Material to process

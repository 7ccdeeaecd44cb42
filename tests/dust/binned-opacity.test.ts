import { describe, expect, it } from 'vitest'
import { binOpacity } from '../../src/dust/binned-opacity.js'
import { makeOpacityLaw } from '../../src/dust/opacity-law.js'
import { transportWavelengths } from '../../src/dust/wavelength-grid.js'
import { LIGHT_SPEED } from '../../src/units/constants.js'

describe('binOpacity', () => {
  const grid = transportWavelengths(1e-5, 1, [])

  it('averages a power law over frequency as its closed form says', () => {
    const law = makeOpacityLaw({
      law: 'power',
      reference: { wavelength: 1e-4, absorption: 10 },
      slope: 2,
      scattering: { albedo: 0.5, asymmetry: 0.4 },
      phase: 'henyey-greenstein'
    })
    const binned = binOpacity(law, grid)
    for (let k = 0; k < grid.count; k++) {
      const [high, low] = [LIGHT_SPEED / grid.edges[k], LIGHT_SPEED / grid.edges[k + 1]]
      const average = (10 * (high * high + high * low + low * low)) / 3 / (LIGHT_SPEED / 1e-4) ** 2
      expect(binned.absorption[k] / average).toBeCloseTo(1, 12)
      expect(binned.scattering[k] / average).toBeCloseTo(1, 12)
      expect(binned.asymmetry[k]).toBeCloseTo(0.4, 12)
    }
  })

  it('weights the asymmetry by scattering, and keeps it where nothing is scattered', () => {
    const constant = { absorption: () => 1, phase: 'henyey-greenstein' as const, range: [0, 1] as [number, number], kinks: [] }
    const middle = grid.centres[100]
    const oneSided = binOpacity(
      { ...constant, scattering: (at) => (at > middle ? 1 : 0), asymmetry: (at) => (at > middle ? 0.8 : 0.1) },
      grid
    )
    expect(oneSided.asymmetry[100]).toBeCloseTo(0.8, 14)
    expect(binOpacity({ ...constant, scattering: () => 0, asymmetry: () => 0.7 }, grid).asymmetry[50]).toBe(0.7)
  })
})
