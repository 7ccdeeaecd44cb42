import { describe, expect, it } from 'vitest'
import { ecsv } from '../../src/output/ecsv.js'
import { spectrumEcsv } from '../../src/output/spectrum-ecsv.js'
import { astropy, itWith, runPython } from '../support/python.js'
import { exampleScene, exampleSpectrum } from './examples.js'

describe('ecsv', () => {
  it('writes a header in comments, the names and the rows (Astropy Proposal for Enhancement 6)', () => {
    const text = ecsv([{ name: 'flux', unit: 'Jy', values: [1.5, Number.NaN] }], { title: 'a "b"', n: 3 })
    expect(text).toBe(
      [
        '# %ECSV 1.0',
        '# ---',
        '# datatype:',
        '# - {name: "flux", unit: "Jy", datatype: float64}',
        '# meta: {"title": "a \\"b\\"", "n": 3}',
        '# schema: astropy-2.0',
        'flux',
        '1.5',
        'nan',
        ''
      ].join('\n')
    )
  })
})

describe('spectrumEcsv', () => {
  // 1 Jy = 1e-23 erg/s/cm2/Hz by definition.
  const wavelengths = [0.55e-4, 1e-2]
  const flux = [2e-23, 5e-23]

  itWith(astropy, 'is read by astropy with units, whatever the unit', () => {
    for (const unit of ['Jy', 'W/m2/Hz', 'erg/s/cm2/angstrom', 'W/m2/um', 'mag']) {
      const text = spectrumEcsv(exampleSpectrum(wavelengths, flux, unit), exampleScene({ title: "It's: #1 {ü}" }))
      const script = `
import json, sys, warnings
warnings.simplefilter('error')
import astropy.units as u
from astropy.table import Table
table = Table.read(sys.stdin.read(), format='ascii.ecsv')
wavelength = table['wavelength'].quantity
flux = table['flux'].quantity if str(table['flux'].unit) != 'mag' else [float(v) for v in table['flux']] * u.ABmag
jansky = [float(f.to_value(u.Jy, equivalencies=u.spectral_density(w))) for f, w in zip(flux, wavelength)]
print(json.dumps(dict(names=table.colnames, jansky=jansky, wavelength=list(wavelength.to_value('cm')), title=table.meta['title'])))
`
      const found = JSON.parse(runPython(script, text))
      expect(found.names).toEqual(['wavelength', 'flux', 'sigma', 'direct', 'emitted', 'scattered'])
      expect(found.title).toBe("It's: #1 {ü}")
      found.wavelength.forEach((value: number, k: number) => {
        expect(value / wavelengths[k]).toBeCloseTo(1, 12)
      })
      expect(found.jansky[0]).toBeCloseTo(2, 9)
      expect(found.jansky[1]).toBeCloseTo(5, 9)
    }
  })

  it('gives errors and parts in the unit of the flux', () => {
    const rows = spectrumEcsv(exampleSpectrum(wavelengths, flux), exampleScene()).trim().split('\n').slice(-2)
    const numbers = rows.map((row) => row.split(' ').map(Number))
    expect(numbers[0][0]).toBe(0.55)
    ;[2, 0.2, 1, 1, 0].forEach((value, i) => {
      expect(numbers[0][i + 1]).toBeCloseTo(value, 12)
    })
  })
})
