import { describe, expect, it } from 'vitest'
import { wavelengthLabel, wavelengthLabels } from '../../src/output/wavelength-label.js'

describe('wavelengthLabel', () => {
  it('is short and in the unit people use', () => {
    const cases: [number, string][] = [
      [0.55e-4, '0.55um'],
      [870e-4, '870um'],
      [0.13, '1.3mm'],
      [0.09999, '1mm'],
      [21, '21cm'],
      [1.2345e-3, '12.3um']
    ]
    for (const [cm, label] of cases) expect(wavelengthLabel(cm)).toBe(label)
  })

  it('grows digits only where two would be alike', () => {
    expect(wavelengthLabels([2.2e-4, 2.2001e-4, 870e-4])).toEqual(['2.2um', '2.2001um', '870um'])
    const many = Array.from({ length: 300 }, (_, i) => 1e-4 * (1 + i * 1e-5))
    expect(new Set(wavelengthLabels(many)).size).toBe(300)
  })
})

Task instructions
Once you have read the listing, copy it out exactly.

Answer to the problem
repository 7ccdeeaecd44cb42
filename tests/dust/binned-opacity.test.ts
import { describe, expect, it } from 'vitest'
import { binOpacity } from '../../src/dust/binned-opacity.js'
import { makeOpacityLaw } from '../../src/dust/opacity-law.js'
import { transportWavelengths } from '../../src/dust/wavelength-grid.js'
import { LIGHT_SPEED } from '../../src/units/constants.js'

describe('binOpacity', () => {
  const grid = transportWavelengths(1e-5, 1, [])

  it('averages a power law over frequency as its closed form says', () => {
    const law = makeOpacityLaw({
      law: 'power',
      reference: { wavelength: 1e-4, absorption: 10 },
      slope: 2,
      scattering: { albedo: 0.5, asymmetry: 0.4 },
      phase: 'henyey-greenstein'
    })
    const binned = binOpacity(law, grid)
    for (let k = 0; k < grid.count; k++) {
      const [high, low] = [LIGHT_SPEED / grid.edges[k], LIGHT_SPEED / grid.edges[k + 1]]
      const average = (10 * (high * high + high * low + low * low)) / 3 / (LIGHT_SPEED / 1e-4) ** 2
      expect(binned.absorption[k] / average).toBeCloseTo(1, 12)
      expect(binned.scattering[k] / average).toBeCloseTo(1, 12)
      expect(binned.asymmetry[k]).toBeCloseTo(0.4, 12)
    }
  })

  it('weights the asymmetry by scattering, and keeps it where nothing is scattered', () => {
    const constant = { absorption: () => 1, phase: 'henyey-greenstein' as const, range: [0, 1] as [number, number], kinks: [] }
    const middle = grid.centres[100]
    const oneSided = binOpacity(
      { ...constant, scattering: (at) => (at > middle ? 1 : 0), asymmetry: (at) => (at > middle ? 0.8 : 0.1) },
      grid
    )
    expect(oneSided.asymmetry[100]).toBeCloseTo(0.8, 14)
    expect(binOpacity({ ...constant, scattering: () => 0, asymmetry: () => 0.7 }, grid).asymmetry[50]).toBe(0.7)
  })
})
repository 7ccdeeaecd44cb42
import { describe, expect, it } from 'vitest'
import { ecsv } from '../../src/output/ecsv.js'
import { spectrumEcsv } from '../../src/output/spectrum-ecsv.js'
import { astropy, itWith, runPython } from '../support/python.js'
import { exampleScene, exampleSpectrum } from './examples.js'

describe('ecsv', () => {
  it('writes a header in comments, the names and the rows (Astropy Proposal for Enhancement 6)', () => {
    const text = ecsv([{ name: 'flux', unit: 'Jy', values: [1.5, Number.NaN] }], { title: 'a "b"', n: 3 })
    expect(text).toBe(
      [
        '# %ECSV 1.0',
        '# ---',
        '# datatype:',
        '# - {name: "flux", unit: "Jy", datatype: float64}',
        '# meta: {"title": "a \\"b\\"", "n": 3}',
        '# schema: astropy-2.0',
        'flux',
        '1.5',
        'nan',
        ''
      ].join('\n')
    )
  })
})

describe('spectrumEcsv', () => {
  // 1 Jy = 1e-23 erg/s/cm2/Hz by definition.
  const wavelengths = [0.55e-4, 1e-2]
  const flux = [2e-23, 5e-23]

  itWith(astropy, 'is read by astropy with units, whatever the unit', () => {
    for (const unit of ['Jy', 'W/m2/Hz', 'erg/s/cm2/angstrom', 'W/m2/um', 'mag']) {
      const text = spectrumEcsv(exampleSpectrum(wavelengths, flux, unit), exampleScene({ title: "It's: #1 {ü}" }))
      const script = `
import json, sys, warnings
warnings.simplefilter('error')
import astropy.units as u
from astropy.table import Table
table = Table.read(sys.stdin.read(), format='ascii.ecsv')
wavelength = table['wavelength'].quantity
flux = table['flux'].quantity if str(table['flux'].unit) != 'mag' else [float(v) for v in table['flux']] * u.ABmag
jansky = [float(f.to_value(u.Jy, equivalencies=u.spectral_density(w))) for f, w in zip(flux, wavelength)]
print(json.dumps(dict(names=table.colnames, jansky=jansky, wavelength=list(wavelength.to_value('cm')), title=table.meta['title'])))
`
      const found = JSON.parse(runPython(script, text))
      expect(found.names).toEqual(['wavelength', 'flux', 'sigma', 'direct', 'emitted', 'scattered'])
      expect(found.title).toBe("It's: #1 {ü}")
      found.wavelength.forEach((value: number, k: number) => {
        expect(value / wavelengths[k]).toBeCloseTo(1, 12)
      })
      expect(found.jansky[0]).toBeCloseTo(2, 9)
      expect(found.jansky[1]).toBeCloseTo(5, 9)
    }
  })

  it('gives errors and parts in the unit of the flux', () => {
    const rows = spectrumEcsv(exampleSpectrum(wavelengths, flux), exampleScene()).trim().split('\n').slice(-2)
    const numbers = rows.map((row) => row.split(' ').map(Number))
    expect(numbers[0][0]).toBe(0.55)
    ;[2, 0.2, 1, 1, 0].forEach((value, i) => {
      expect(numbers[0][i + 1]).toBeCloseTo(value, 12)
    })
  })
})
import { describe, expect, it } from 'vitest'
import { wavelengthLabel, wavelengthLabels } from '../../src/output/wavelength-label.js'

describe('wavelengthLabel', () => {
  it('is short and in the unit people use', () => {
    const cases: [number, string][] = [
      [0.55e-4, '0.55um'],
      [870e-4, '870um'],
      [0.13, '1.3mm'],
      [0.09999, '1mm'],
      [21, '21cm'],
      [1.2345e-3, '12.3um']
    ]
    for (const [cm, label] of cases) expect(wavelengthLabel(cm)).toBe(label)
  })

  it('grows digits only where two would be alike', () => {
    expect(wavelengthLabels([2.2e-4, 2.2001e-4, 870e-4])).toEqual(['2.2um', '2.2001um', '870um'])
    const many = Array.from({ length: 300 }, (_, i) => 1e-4 * (1 + i * 1e-5))
    expect(new Set(wavelengthLabels(many)).size).toBe(300)
  })
})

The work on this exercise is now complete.